- The paper introduces task distillation that compresses RL tasks into single-batch SL datasets using a meta-learning approach.
- It leverages a modified PPO called PPMO to synthesize efficient supervised datasets, achieving comparable performance with reduced training costs.
- Experiments on Cart-Pole, Atari, and MuJoCo validate its scalability, task generalization, and resource efficiency.
"Distilling Reinforcement Learning into Single-Batch Datasets" (2508.09283)
Introduction
The paper introduces a methodology termed task distillation, which leverages the concept of dataset distillation for the purpose of compressing reinforcement learning (RL) environments into highly efficient, single-batch supervised learning datasets. This enables not only the compression of data but also facilitates the transformation of learning modalities, from RL to supervised learning (SL), thereby paving the way for more resource-efficient training paradigms.
Methodology
The primary innovation in this work is the adaptation of dataset distillation to RL tasks, dubbed RL-to-SL distillation. This involves synthesizing supervised datasets from complex RL environments. The process uses a meta-learning approach with modified proximal policy optimization (PPO), termed Proximal Policy Meta-Optimization (PPMO), to compress the tasks effectively.
The training process consists of three nested loops: meta-epochs, policy epochs, and batched iterations. During meta-epochs, initialized learners are trained on synthetic datasets created by inner-learning processes. The algorithm updates the synthetic dataset based on the PPO policy loss, with the aim of maximizing the expected reward from the synthesized policy.
Experimental Setup
Cart-Pole Experiments
The cart-pole problem is expanded into multiple dimensions (ND cart-pole), allowing for controlled difficulty scaling. This facilitated experiments on k-shot learning and determining the minimum dataset size for successful task distillation.
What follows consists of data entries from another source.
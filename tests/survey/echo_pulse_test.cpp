#include "survey/echo_pulse.hpp"

#include <doctest/doctest.h>

#include <algorithm>
#include <cmath>

#include "setting.hpp"

using namespace gg;

namespace {

double at(const Signal& s, double t) {
    const double place = (t - s.start) / s.step;
    if (place < 0.0 || place >= static_cast<double>(s.values.size()) - 1.0) return 0.0;
    const auto i = static_cast<std::size_t>(place);
    const double u = place - static_cast<double>(i);
    return (1.0 - u) * s.values[i] + u * s.values[i + 1];
}

}  // namespace

TEST_CASE("without loss the echo is the Ricker wavelet itself, delayed") {
    const double f = 4e8;
    const Cases cases = cases_of(one_layer(1e8, 1.0, 0.1, f));
    const EchoPulse& e = cases.likely().echo;
    CHECK(e.arrival == doctest::Approx(20e-9).epsilon(1e-6));
    CHECK(std::abs(e.loss) < 1e-3);
    for (double t = -3e-9; t <= 3e-9; t += 0.07e-9) {
        const double u = std::pow(pi * f * t, 2);
        // The band ends at -70 dB: what is cut off is less than 1e-3 of the peak.
        CHECK(std::abs(e.trace(t) - (1.0 - 2.0 * u) * std::exp(-u)) < 1e-3);
    }
    // Mean of the amplitude spectrum 1.12838 fp (derived).
    CHECK(e.frequency / f == doctest::Approx(1.12838).epsilon(1e-3));
}

TEST_CASE("in lossy layers the echo agrees with the wave room's returned pulse") {
    for (double depth : {0.2, 0.9, 2.0}) {
        Plan plan = three_layers();
        plan.target.depth = exactly(depth);
        const Cases cases = cases_of(plan);
        const EchoPulse& e = cases.likely().echo;
        const Returned r = returned_pulse(likely_stack(plan), depth, plan.antenna.pulse);
        CHECK(e.arrival == doctest::Approx(r.arrival).epsilon(2e-3));
        CHECK(e.width == doctest::Approx(r.width).epsilon(0.01));
        CHECK(e.loss == doctest::Approx(-20.0 * std::log10(r.amplitude)).epsilon(2e-3));
        for (double t = -e.width; t <= e.width; t += 0.1 * e.width) {
            CHECK(std::abs(e.trace(t + r.arrival - e.arrival) - at(r.signal, r.arrival + t) / r.amplitude) < 0.02);
        }
    }
}

TEST_CASE("an echo that has lost 3000 dB still has its shape") {
    Plan plan = one_layer(1e8, 10.0, 0.1, 4e8);
    plan.ground = {own_layer(20.0, 1.0, 1.0)};
    const Cases cases = cases_of(plan);
    const EchoPulse& e = cases.likely().echo;
    CHECK(e.loss > 1000.0);
    CHECK(std::isfinite(e.width));
    CHECK(e.envelope(0.0) == doctest::Approx(1.0));
}

TEST_CASE("the upright part is the real part of the echo, and nothing outside the record") {
    const Cases cases = cases_of(three_layers());
    const EchoPulse& e = cases.likely().echo;
    double most = 0.0;
    for (double t = -1.2 * e.reach; t < 1.2 * e.reach; t += 0.01 * e.reach) {
        CHECK(e.upright(t) == e.at(t).real());
        most = std::max(most, e.upright(t));
    }
    CHECK(most > 0.9);
    CHECK(e.upright(2.0 * e.reach) == 0.0);
    CHECK(EchoPulse().upright(0.0) == 0.0);
}

TEST_CASE("grounds that have a layer in common share its wavenumbers, those of its material") {
    const Cases cases = cases_of(three_layers());
    REQUIRE(cases.grounds.size() == 5);
    int shared = 0;
    for (const auto& ground : cases.grounds) {
        CHECK(ground->spectrum.sent == cases.grounds[0]->spectrum.sent);
        for (std::size_t i = 0; i < ground->stack.slabs.size(); ++i) {
            const Material& material = ground->stack.slabs[i].material;
            const double f = ground->spectrum.sent->frequency(20);
            CHECK((*ground->spectrum.layers[i])[20] == wavenumber(material, f));
            const bool same = ground->spectrum.layers[i] == cases.grounds[0]->spectrum.layers[i];
            CHECK(same == (material == cases.grounds[0]->stack.slabs[i].material));
            shared += same;
        }
    }
    CHECK(shared > 3);
}
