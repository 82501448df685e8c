#include "survey/downwards.hpp"

#include <doctest/doctest.h>

#include <algorithm>
#include <cmath>

#include "setting.hpp"

using namespace gg;

namespace {

const double f = 4e8;

EchoPulse clean_echo() { return cases_of(one_layer(1e8, 1.0, 0.1, f)).all.front().echo; }

}  // namespace

// Derived: the Ricker wavelet's inflection at 0.167001/fp; two equal ones show a flat spot at 0.334001/fp.
TEST_CASE("two Ricker echoes leave their flat spot at 0.334 of a period") {
    const Value flat = smallest_delay(clean_echo(), 0.0);
    CHECK(flat.ok());
    // The dip grows with the square of the distance beyond, so that the search's 1e-4 costs 1.5 % of delay.
    CHECK(flat.value * f == doctest::Approx(0.334001).epsilon(0.015));
}

// Independent route: the closed form of the wavelet, on a fine grid.
TEST_CASE("the dip of 19 percent comes where the closed-form wavelet says") {
    const auto ricker = [](double x) { return (1.0 - 2.0 * pi * pi * x * x) * std::exp(-pi * pi * x * x); };
    double delay = 0.33;
    for (; delay < 1.0; delay += 1e-4) {
        double crest = 0.0;
        for (double x = -0.3; x < 0.5 * delay; x += 1e-3) crest = std::max(crest, ricker(x) + ricker(x - delay));
        if (1.0 - 2.0 * ricker(0.5 * delay) / crest >= apart_dip) break;
    }
    CHECK(smallest_delay(clean_echo(), apart_dip).value * f == doctest::Approx(delay).epsilon(0.01));
}

// Derived: opposite echoes 0.389848/fp apart (sqrt 6 / 2 pi) add to 1 + 2 exp(-3/2) = 1.44626, their most.
TEST_CASE("opposite Ricker echoes tune at 0.3898 of a period to 1.446") {
    const EchoPulse e = clean_echo();
    const auto most = [&](double delay) {
        double top = 0.0;
        for (double t = -1.0 / f; t < 2.0 / f; t += 0.002 / f)
            top = std::max(top, std::abs(e.trace(t) - e.trace(t - delay)));
        return top;
    };
    CHECK(most(0.389848 / f) == doctest::Approx(1.44626).epsilon(1e-3));
    CHECK(most(0.05 / f) == doctest::Approx(0.304074).epsilon(2e-3));
    CHECK(most(0.6 / f) == doctest::Approx(1.19311).epsilon(1e-3));
    CHECK(most(1.2 / f) == doctest::Approx(1.00002).epsilon(1e-3));
    CHECK(most(0.37 / f) < most(0.389848 / f));
    CHECK(most(0.41 / f) < most(0.389848 / f));
}

TEST_CASE("the dip only deepens as two echoes part, and one echo has none") {
    const EchoPulse e = clean_echo();
    CHECK(dip_between(e, 0.0) == 0.0);
    CHECK(dip_between(e, std::nan("")) == 0.0);
    double before = 0.0;
    for (double x = 0.05; x < 1.5; x += 0.05) {
        const double dip = dip_between(e, x / f);
        CHECK(dip >= before - 0.01);
        before = dip;
    }
    CHECK(before > 0.9);
}

TEST_CASE("a pulse the ground has smeared parts layers worse than the one sent") {
    Plan plan = one_layer(1e8, 1.0, 0.1, f);
    plan.ground = {own_layer(9.0, 0.02, 1.0)};
    plan.ground[0].matter = matter_of("wet-clay");
    for (int i = 0; i < input_count; ++i) {
        Range& r = plan.ground[0].matter.inputs[static_cast<Input>(i)];
        r.low = r.high = r.likely;
    }
    const Cases shallow = cases_of(plan);
    plan.target.depth = exactly(5.0);
    const Cases deep = cases_of(plan);
    CHECK(deep.likely().echo.frequency < shallow.likely().echo.frequency);
    CHECK(smallest_delay(deep.likely().echo, apart_dip).value > smallest_delay(shallow.likely().echo, apart_dip).value);
}

TEST_CASE("a narrow-band pulse that rings is judged by its envelope and still gives an answer") {
    Plan plan = one_layer(1e8, 1.0, 0.1, f);
    plan.antenna.pulse.family = PulseFamily::gaussian_derivative;
    plan.antenna.pulse.bandwidth = 0.3;
    const EchoPulse narrow = cases_of(plan).all.front().echo;
    const Value delay = smallest_delay(narrow, apart_dip);
    CHECK(delay.ok());
    CHECK(delay.value > 2.0 * smallest_delay(clean_echo(), apart_dip).value);
}
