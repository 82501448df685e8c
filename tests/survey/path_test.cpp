#include "survey/path.hpp"

#include <doctest/doctest.h>

#include <algorithm>
#include <cmath>

#include "setting.hpp"
#include "survey/sideways.hpp"

using namespace gg;

TEST_CASE("a leg takes the time of the ray that the wave room traces") {
    const Plan plan = three_layers();
    const Stack stack = likely_stack(plan);
    const double f = plan.antenna.pulse.centre_frequency;
    for (double height : {0.0, 0.3}) {
        for (double depth : {0.2, 0.65, 1.5}) {
            for (double offset : {0.0, 0.05, 0.4, 2.0, 30.0}) {
                Plan lifted = plan;
                lifted.antenna.height = height;
                lifted.target.depth = exactly(depth);
                const Cases cases = cases_of(lifted);
                const Ray ray = ray_to(stack, height, offset, depth, f);
                CHECK(leg_to(cases.likely().path, offset).time == doctest::Approx(ray.time).epsilon(1e-10));
                CHECK(leg_to(cases.likely().path, -offset).time == leg_to(cases.likely().path, offset).time);
            }
        }
    }
}

TEST_CASE("no path through a layer boundary is faster than the leg (Fermat)") {
    Path path;
    path.add(1.3e8, 0.5);
    path.add(0.7e8, 0.8);
    const double leg = leg_to(path, 1.1).time;
    double fastest = 1.0;
    for (int i = 0; i <= 20000; ++i) {
        const double x = 1.1 * i / 20000.0;
        const double t = std::hypot(x, 0.5) / 1.3e8 + std::hypot(1.1 - x, 0.8) / 0.7e8;
        CHECK(t >= leg * (1.0 - 1e-12));
        fastest = std::min(fastest, t);
    }
    CHECK(leg == doctest::Approx(fastest).epsilon(1e-8));
}

// Hyperbola of a round target, transmitter and receiver h either side of the middle: exact path over the rim by
// Fermat's rule, derived (geometry); the six printed digits allow 5e-5 ns, the two-leg search 2e-4 ns.
TEST_CASE("a round target's echo comes by the shortest way over its rim") {
    struct Row {
        double x, d, R, v, h, ns;
    };
    for (const Row& r :
         {Row{0, 1, 0.1, 0.1, 0, 20.0}, Row{0.5, 1, 0.1, 0.1, 0, 22.1661}, Row{1, 1, 0.1, 0.1, 0, 27.7321},
          Row{0, 1, 0.1, 0.1, 0.25, 20.6155}, Row{0.5, 1, 0.1, 0.1, 0.25, 22.6322}, Row{1, 1, 0.1, 0.1, 0.25, 27.9812},
          Row{0, 0.3, 0.15, 0.12, 0.1, 5.27046}}) {
        Plan plan = one_layer(r.v * 1e9, r.d, 2.0 * r.R, 4e8);
        plan.antenna.separation = 2.0 * r.h;
        const Cases cases = cases_of(plan);
        CHECK(echo_time(cases.likely(), r.x, r.R) * 1e9 == doctest::Approx(r.ns).epsilon(1e-5));
    }
}

// Same source: a point at the top.
TEST_CASE("a point's echo follows the hyperbola") {
    struct Row {
        double x, d, v, h, ns;
    };
    for (const Row& r : {Row{0.5, 1, 0.1, 0, 22.3607}, Row{1, 1, 0.1, 0, 28.2843}, Row{0.5, 1, 0.1, 0.25, 22.8078},
                         Row{1, 1, 0.1, 0.25, 28.5078}, Row{0, 0.3, 0.12, 0.1, 5.27046}}) {
        Plan plan = one_layer(r.v * 1e9, r.d, 0.1, 4e8);
        plan.antenna.separation = 2.0 * r.h;
        const Cases cases = cases_of(plan);
        CHECK(echo_time(cases.likely(), r.x, 0.0) * 1e9 == doctest::Approx(r.ns).epsilon(3e-6));
    }
}

TEST_CASE("the tabled curve keeps to the exact times between its points") {
    const Cases cases = cases_of(three_layers());
    const Case& c = cases.likely();
    const EchoCurve curve(c, 0.055, 1.5);
    for (double x = 0.0; x < 1.5; x += 0.013) {
        const double exact = echo_time(c, x, 0.055) - echo_time(c, 0.0, 0.055);
        CHECK(std::abs(curve.later(x) - exact) < 2e-3 * c.echo.width);
        CHECK(curve.later(-x) == curve.later(x));
    }
}

TEST_CASE("a leg is the same wherever its search starts") {
    const Cases cases = cases_of(three_layers());
    const Path& path = cases.likely().path;
    for (double offset : {0.0, 0.1, 2.0, 50.0}) {
        const Leg leg = leg_to(path, offset);
        for (double near : {0.1 * leg.tangent, leg.tangent, 1.1 * leg.tangent + 0.01, 100.0}) {
            const Leg other = leg_to(path, offset, near);
            CHECK(other.time == doctest::Approx(leg.time).epsilon(1e-12));
            CHECK(other.angle == doctest::Approx(leg.angle).epsilon(1e-6));
        }
    }
}

TEST_CASE("the offset where a delay is reached is found in few looks") {
    for (double start : {0.01, 0.3, 5.0}) {
        int looks = 0;
        const auto later = [&](double x) {
            ++looks;
            return std::sqrt(1.0 + x * x) - 1.0 + 0.1 * x * x * x;
        };
        const double goal = 0.25, x = offset_where(later, goal, start);
        CHECK(later(x) == doctest::Approx(goal).epsilon(1e-8));
        // Doubling from 0.01 takes seven of them; a search that stalls would take twenty more.
        CHECK(looks < 20);
    }
}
Figure 1: Two perpendicular side views of 2D cart-pole. The solid lines represent the degrees of freedom of the cart.
Atari and MuJoCo Environments
The paper demonstrates scalability by applying the distillation approach to more complex environments, including several Atari games and MuJoCo tasks. For Atari environments, encoder rollback is introduced as a technique to manage computational complexity, enabling partial distillations that act as intermediaries between direct-task RL training and full distillation.
Results
The experiments illustrate that task distillation can achieve performance comparable to standard RL training with significantly reduced computational costs for training additional models. Notably, the distilled datasets enable learners to achieve high performance in single-batch training steps.
Figure 2: Visualizations of a distillation of 1D (above) and 2D (below) cart-pole with simplified information.
Trade-offs and Practical Implications
The distillation method presents an upfront computational cost that, although higher than individual RL training runs, offers substantial savings in scenarios requiring the training of multiple models, such as ensemble methods or neural architecture search. This approach effectively reduces the high exploration costs typical of RL, thereby making sophisticated tasks more accessible in low-resource settings.
Additionally, task distillation has potential applications in preserving data privacy, accelerating hyperparameter searches, and improving training efficiency in robotics and other real-world RL applications.
Conclusion
The research presents a robust framework for transforming RL tasks into compact SL tasks through task distillation, showcasing the ability to significantly cut training costs without compromising on performance. Future work should explore broader applications across different learning environments, further optimize the distillation process, and expand its applicability to other domains that demand efficient model training.